* WHAT THIS TASK INVOLVES:
Beginning with the line where "label(doc, '5 in" appears, restate the lines word for word through the last one in the listing.

*** Opening EXERCISE DATA ***

function label(
  doc: Doc,
  text: string,
  x: number,
  y: number,
  size = 9,
  align: 'centre' | 'left' = 'centre',
) {
  doc.fontSize(size).fillColor(INK);
  const w = doc.widthOfString(text);
  doc.text(text, align === 'centre' ? x - w / 2 : x, y - size * 1.15, { lineBreak: false });
}

/** A horizontal dimension between x1 and x2 (pt) on the line at y, with extension lines from fromY. */
function dimH(doc: Doc, x1: number, x2: number, y: number, text: string, fromY?: number) {
  doc.lineWidth(0.4).strokeColor(INK);
  if (fromY !== undefined) {
    const dir = Math.sign(y - fromY);
    for (const x of [x1, x2])
      doc
        .moveTo(x, fromY + dir * 2)
        .lineTo(x, y + dir * 3)
        .stroke();
  }
  doc.moveTo(x1, y).lineTo(x2, y).stroke();
  arrow(doc, x1, y, x1 - x2, 0);
  arrow(doc, x2, y, x2 - x1, 0);
  label(doc, text, (x1 + x2) / 2, y - 1.5);
}

/** A vertical dimension between y1 and y2 (pt) on the line at x, with extension lines from fromX. */
function dimV(doc: Doc, y1: number, y2: number, x: number, text: string, fromX?: number) {
  doc.lineWidth(0.4).strokeColor(INK);
  if (fromX !== undefined) {
    const dir = Math.sign(x - fromX);
    for (const y of [y1, y2])
      doc
        .moveTo(fromX + dir * 2, y)
        .lineTo(x + dir * 3, y)
        .stroke();
  }
  doc.moveTo(x, y1).lineTo(x, y2).stroke();
  arrow(doc, x, y1, 0, y1 - y2);
  arrow(doc, x, y2, 0, y2 - y1);
  doc.save().rotate(-90, { origin: [x, (y1 + y2) / 2] });
  label(doc, text, x, (y1 + y2) / 2 - 1.5);
  doc.restore();
}

function hole(doc: Doc, x: number, y: number, r: number) {
  doc.lineWidth(0.6).strokeColor(INK).circle(x, y, r).stroke();
  doc.lineWidth(0.25);
  doc
    .moveTo(x - r - 3, y)
    .lineTo(x + r + 3, y)
    .stroke();
  doc
    .moveTo(x, y - r - 3)
    .lineTo(x, y + r + 3)
    .stroke();
}

function centreLine(doc: Doc, x1: number, y1: number, x2: number, y2: number) {
  doc.save().lineWidth(0.3).strokeColor(INK).dash(9, { space: 2.5 });
  doc.moveTo(x1, y1).lineTo(x2, y2).stroke();
  doc.restore();
}

function hidden(doc: Doc, draw: () => void) {
  doc.save().lineWidth(0.6).strokeColor(INK).dash(3, { space: 2 });
  draw();
  doc.restore();
}

function border(doc: Doc) {
  const { width, height } = doc.page;
  doc
    .lineWidth(1.2)
    .strokeColor(INK)
    .rect(28, 28, width - 56, height - 56)
    .stroke();
}

function titleBlock(doc: Doc, lines: { title: string; scale: string; sheet: string }) {
  const { width, height } = doc.page;
  const [w, h] = [360, 120];
  const [x, y] = [width - 28 - w, height - 28 - h];
  doc.lineWidth(1).strokeColor(INK).rect(x, y, w, h).stroke();
  doc.lineWidth(0.5);
  for (const dy of [44, 72, 96])
    doc
      .moveTo(x, y + dy)
      .lineTo(x + w, y + dy)
      .stroke();
  doc
    .moveTo(x + 180, y + 72)
    .lineTo(x + 180, y + h)
    .stroke();
  doc.font('plex-600');
  label(doc, 'KESTREL', x + 12, y + 24, 16, 'left');
  doc.font('plex');
  label(doc, '5 in gauge 0-4-0 tank engine — frames and hornblocks', x + 12, y + 38, 8.5, 'left');
  label(doc, lines.title, x + 12, y + 63, 11, 'left');
  label(doc, lines.scale, x + 12, y + 89, 9, 'left');
  label(doc, 'Dimensions in inches', x + 192, y + 89, 9, 'left');
  label(doc, lines.sheet, x + 12, y + 113, 9, 'left');
  label(doc, 'Invented design — Fairsheet demo', x + 192, y + 113, 8, 'left');
}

*** Closing EXERCISE DATA ***

* RESULT:
  label(doc, '5 in gauge 0-4-0 tank engine — frames and hornblocks', x + 12, y + 38, 8.5, 'left');
  label(doc, lines.title, x + 12, y + 63, 11, 'left');
  label(doc, lines.scale, x + 12, y + 89, 9, 'left');
  label(doc, 'Dimensions in inches', x + 192, y + 89, 9, 'left');
  label(doc, lines.sheet, x + 12, y + 113, 9, 'left');
  label(doc, 'Invented design — Fairsheet demo', x + 192, y + 113, 8, 'left');
}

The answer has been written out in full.